WHAT TO DO:
Read through the records below and copy each line that uses the word "make".
(GIVEN RECORDS Opens)
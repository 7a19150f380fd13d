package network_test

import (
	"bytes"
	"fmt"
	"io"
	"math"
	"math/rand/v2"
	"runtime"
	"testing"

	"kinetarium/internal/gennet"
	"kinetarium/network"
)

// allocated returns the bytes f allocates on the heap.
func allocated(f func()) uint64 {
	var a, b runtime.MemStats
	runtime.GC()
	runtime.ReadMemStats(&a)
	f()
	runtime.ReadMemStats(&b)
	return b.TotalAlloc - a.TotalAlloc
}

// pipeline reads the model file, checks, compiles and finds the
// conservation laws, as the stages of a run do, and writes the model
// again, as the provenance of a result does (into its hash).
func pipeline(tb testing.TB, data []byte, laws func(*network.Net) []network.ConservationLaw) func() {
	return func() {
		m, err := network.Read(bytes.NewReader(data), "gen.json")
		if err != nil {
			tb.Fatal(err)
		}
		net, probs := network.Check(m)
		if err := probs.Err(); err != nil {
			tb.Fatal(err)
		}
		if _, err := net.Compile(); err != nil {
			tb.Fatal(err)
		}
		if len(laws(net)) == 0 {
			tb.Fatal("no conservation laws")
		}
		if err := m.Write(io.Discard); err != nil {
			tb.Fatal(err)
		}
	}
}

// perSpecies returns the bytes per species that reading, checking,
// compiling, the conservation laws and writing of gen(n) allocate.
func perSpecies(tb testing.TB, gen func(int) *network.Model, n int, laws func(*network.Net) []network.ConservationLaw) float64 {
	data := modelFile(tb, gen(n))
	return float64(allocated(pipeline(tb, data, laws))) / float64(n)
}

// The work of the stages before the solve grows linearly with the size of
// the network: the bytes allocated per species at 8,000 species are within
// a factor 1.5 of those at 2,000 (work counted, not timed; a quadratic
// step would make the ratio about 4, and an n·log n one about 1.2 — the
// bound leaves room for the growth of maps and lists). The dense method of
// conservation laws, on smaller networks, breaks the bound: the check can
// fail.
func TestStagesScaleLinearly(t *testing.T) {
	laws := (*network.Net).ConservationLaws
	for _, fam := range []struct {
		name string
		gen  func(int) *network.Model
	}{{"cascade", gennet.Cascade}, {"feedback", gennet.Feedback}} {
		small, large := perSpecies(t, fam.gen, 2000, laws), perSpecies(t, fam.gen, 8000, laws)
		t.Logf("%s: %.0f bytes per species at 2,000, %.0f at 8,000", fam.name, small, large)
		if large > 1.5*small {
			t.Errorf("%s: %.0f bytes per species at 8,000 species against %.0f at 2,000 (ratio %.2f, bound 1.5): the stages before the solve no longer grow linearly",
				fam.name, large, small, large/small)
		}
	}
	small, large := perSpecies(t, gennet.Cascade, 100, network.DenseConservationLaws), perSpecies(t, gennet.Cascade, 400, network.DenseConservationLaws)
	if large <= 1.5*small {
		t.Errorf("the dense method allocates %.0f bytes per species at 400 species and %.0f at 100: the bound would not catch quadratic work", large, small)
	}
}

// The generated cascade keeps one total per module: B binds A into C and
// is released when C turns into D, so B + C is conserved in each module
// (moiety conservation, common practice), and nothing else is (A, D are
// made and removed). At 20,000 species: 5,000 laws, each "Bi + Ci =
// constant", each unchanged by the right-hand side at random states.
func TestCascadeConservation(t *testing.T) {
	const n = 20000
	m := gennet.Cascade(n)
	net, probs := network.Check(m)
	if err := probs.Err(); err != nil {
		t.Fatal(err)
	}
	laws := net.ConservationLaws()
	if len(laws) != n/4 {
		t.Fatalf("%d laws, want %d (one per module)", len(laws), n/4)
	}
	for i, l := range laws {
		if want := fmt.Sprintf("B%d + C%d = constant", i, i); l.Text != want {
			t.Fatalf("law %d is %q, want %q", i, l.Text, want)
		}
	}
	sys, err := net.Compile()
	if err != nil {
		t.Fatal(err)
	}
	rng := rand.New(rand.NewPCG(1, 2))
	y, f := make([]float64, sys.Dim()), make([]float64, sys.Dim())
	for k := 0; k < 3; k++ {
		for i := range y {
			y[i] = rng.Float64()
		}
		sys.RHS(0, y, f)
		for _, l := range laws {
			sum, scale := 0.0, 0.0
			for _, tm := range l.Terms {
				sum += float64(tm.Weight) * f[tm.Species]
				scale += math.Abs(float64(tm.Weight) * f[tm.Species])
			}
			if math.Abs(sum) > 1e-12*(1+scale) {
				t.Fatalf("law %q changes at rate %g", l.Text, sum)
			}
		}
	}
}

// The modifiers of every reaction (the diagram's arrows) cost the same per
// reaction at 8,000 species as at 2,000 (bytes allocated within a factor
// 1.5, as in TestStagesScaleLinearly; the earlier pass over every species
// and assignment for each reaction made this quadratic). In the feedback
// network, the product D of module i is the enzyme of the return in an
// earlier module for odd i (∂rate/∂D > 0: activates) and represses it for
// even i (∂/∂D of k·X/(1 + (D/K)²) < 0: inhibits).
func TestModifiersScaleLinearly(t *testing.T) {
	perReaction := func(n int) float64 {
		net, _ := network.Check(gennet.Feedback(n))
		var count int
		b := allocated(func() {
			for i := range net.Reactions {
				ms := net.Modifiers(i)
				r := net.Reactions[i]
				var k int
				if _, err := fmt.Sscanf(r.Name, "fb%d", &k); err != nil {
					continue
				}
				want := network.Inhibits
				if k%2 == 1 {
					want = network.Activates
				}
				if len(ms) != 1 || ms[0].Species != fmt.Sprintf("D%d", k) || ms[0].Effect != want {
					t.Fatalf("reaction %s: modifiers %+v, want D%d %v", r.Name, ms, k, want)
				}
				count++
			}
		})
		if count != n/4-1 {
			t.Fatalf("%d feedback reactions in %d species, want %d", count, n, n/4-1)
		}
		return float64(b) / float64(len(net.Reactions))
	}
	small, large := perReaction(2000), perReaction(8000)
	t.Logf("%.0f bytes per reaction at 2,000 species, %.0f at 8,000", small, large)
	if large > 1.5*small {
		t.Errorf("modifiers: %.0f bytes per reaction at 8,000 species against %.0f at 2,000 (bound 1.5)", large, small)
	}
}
(GIVEN RECORDS Closes)
COMPLETED TASK:
// step would make the ratio about 4, and an n·log n one about 1.2 — the
	y, f := make([]float64, sys.Dim()), make([]float64, sys.Dim())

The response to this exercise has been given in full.